>>>

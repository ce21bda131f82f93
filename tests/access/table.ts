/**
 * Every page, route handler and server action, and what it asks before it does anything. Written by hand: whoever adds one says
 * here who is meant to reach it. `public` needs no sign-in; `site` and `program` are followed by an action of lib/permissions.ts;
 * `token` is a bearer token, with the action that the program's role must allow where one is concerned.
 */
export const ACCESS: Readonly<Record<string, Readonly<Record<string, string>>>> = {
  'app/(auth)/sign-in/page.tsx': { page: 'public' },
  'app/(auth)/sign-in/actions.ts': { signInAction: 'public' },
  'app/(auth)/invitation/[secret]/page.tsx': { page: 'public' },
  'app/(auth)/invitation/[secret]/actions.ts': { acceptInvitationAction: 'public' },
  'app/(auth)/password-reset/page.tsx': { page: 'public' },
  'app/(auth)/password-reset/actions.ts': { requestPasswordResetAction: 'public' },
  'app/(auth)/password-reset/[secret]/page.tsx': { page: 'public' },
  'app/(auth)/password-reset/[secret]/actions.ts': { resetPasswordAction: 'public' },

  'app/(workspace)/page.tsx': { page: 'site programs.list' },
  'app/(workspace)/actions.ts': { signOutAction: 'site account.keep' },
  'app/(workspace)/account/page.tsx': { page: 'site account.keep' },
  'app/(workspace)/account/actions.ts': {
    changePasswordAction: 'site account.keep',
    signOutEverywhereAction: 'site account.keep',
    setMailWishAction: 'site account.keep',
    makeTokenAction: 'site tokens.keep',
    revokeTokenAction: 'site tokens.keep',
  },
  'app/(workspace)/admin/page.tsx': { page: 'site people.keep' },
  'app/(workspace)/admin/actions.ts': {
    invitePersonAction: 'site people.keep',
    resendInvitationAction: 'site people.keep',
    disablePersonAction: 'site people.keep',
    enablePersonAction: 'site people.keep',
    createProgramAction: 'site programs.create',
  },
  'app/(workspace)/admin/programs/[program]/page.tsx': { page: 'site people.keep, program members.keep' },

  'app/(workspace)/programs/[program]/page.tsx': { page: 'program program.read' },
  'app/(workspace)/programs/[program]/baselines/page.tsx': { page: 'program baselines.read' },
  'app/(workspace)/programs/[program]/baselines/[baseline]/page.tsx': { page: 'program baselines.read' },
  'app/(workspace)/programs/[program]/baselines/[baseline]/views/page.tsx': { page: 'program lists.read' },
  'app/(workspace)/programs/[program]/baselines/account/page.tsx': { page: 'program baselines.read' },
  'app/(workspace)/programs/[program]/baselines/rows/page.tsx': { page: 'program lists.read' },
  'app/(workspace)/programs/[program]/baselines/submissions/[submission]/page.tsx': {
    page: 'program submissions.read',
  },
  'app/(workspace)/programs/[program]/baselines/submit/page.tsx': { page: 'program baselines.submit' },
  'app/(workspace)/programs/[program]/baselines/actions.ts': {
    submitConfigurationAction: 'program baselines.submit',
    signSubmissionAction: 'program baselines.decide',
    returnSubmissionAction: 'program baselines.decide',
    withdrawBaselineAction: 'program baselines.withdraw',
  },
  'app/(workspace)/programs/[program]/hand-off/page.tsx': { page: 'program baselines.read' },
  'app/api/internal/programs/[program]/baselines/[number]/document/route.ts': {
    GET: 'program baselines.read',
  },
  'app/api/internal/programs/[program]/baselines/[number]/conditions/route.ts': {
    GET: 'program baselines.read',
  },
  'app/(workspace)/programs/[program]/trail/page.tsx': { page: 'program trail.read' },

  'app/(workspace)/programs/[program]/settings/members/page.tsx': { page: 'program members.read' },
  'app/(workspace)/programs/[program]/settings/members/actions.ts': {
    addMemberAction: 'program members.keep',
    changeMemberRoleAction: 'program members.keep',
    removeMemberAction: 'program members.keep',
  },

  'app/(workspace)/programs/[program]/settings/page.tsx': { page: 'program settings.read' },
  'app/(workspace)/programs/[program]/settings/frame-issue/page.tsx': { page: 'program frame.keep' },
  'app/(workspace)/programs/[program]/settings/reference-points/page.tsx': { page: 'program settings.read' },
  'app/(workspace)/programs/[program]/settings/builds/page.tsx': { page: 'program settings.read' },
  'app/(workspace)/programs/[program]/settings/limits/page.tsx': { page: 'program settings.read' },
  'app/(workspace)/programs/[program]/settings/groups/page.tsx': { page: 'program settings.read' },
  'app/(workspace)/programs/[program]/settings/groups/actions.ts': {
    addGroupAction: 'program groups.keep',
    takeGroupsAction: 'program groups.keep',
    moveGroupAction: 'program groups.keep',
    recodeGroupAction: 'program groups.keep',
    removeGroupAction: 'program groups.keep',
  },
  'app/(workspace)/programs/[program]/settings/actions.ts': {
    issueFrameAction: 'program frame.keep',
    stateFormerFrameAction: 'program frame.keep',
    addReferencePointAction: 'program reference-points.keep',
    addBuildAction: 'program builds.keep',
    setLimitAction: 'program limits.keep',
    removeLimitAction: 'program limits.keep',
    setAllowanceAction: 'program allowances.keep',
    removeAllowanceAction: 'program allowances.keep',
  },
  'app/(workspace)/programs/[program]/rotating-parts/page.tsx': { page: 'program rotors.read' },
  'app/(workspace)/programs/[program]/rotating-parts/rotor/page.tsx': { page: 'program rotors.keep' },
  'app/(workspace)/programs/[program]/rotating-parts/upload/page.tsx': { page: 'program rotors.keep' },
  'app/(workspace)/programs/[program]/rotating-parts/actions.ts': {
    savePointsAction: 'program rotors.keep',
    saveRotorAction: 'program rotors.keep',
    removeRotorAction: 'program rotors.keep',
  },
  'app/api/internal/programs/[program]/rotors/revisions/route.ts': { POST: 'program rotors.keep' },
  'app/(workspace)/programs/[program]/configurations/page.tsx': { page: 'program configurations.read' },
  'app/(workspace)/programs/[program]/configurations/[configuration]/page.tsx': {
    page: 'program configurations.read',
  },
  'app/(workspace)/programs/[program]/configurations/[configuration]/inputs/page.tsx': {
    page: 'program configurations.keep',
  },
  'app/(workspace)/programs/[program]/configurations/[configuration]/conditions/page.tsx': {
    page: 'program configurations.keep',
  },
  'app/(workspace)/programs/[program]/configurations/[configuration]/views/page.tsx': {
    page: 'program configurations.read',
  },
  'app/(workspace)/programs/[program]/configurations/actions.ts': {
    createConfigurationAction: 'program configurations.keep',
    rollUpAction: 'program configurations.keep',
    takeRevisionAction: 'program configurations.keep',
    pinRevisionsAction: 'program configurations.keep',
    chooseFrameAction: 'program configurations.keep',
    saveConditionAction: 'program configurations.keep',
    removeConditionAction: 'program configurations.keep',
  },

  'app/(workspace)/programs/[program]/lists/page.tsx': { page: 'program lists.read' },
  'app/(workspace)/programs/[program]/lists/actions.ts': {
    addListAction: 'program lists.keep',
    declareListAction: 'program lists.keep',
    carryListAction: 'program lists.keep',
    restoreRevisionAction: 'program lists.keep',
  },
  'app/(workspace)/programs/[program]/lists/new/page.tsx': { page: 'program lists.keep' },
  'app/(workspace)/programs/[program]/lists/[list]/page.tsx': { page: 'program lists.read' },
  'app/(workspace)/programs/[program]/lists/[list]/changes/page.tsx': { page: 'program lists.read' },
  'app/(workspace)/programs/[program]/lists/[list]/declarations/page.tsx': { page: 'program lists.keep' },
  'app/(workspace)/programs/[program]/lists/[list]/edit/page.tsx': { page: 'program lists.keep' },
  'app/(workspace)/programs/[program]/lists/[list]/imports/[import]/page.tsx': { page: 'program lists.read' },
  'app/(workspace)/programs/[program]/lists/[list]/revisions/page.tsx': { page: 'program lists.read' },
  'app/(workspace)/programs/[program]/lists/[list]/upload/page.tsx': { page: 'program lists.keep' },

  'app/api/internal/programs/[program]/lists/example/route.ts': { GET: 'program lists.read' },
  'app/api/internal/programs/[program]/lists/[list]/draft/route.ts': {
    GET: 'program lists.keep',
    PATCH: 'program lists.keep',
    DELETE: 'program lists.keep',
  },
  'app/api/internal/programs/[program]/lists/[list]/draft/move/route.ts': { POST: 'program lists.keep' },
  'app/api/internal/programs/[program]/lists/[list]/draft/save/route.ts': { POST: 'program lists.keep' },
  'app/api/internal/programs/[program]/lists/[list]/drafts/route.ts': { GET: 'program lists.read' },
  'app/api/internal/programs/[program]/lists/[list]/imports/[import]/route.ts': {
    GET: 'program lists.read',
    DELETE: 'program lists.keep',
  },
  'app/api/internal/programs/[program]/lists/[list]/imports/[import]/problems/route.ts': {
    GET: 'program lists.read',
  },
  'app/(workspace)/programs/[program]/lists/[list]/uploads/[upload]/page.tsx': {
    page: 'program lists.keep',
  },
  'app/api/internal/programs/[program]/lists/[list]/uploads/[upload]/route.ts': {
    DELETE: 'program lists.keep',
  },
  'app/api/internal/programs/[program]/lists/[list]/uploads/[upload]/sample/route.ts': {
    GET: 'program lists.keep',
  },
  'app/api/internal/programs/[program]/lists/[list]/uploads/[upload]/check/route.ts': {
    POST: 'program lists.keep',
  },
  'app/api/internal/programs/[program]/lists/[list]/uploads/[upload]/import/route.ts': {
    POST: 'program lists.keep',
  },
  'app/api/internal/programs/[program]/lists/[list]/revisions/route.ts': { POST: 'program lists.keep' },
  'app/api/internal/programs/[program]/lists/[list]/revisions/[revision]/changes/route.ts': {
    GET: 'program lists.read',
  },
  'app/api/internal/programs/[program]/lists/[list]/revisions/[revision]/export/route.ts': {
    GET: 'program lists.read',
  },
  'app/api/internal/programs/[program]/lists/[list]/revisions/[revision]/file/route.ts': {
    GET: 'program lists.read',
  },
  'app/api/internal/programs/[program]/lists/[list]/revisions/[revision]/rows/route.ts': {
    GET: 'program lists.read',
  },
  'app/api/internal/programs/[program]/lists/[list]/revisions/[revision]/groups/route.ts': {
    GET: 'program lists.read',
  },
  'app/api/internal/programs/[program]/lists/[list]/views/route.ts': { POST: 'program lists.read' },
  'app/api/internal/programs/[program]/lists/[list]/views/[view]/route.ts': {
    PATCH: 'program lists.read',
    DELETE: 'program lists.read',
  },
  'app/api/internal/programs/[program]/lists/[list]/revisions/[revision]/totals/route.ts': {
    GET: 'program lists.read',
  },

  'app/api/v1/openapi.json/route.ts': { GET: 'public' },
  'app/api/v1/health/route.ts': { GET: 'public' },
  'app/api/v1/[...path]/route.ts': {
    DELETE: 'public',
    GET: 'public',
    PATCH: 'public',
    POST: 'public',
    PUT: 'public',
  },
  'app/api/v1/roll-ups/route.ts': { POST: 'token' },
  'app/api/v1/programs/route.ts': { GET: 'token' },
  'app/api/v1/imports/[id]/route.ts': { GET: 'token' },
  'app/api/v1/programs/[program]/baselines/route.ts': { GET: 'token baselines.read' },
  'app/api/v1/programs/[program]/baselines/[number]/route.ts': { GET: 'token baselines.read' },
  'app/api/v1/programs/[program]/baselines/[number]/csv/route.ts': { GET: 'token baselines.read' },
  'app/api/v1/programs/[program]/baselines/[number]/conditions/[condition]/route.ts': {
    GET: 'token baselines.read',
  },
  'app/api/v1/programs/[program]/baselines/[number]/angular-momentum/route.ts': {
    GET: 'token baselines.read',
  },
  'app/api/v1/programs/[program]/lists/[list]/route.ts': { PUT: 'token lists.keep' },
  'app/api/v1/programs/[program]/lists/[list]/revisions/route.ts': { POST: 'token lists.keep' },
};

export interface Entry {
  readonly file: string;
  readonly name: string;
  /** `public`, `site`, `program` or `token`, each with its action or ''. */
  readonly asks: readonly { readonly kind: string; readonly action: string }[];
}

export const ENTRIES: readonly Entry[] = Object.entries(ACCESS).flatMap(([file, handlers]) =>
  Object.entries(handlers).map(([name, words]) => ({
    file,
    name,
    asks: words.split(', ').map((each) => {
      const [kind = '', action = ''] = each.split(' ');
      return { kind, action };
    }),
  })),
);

<<<

▶ [TASK DIRECTIONS] Go through the listing and copy each line that includes the string "entries".

▶ [RESULT OF THIS EXERCISE]
export const ENTRIES: readonly Entry[] = Object.entries(ACCESS).flatMap(([file, handlers]) =>
  Object.entries(handlers).map(([name, words]) => ({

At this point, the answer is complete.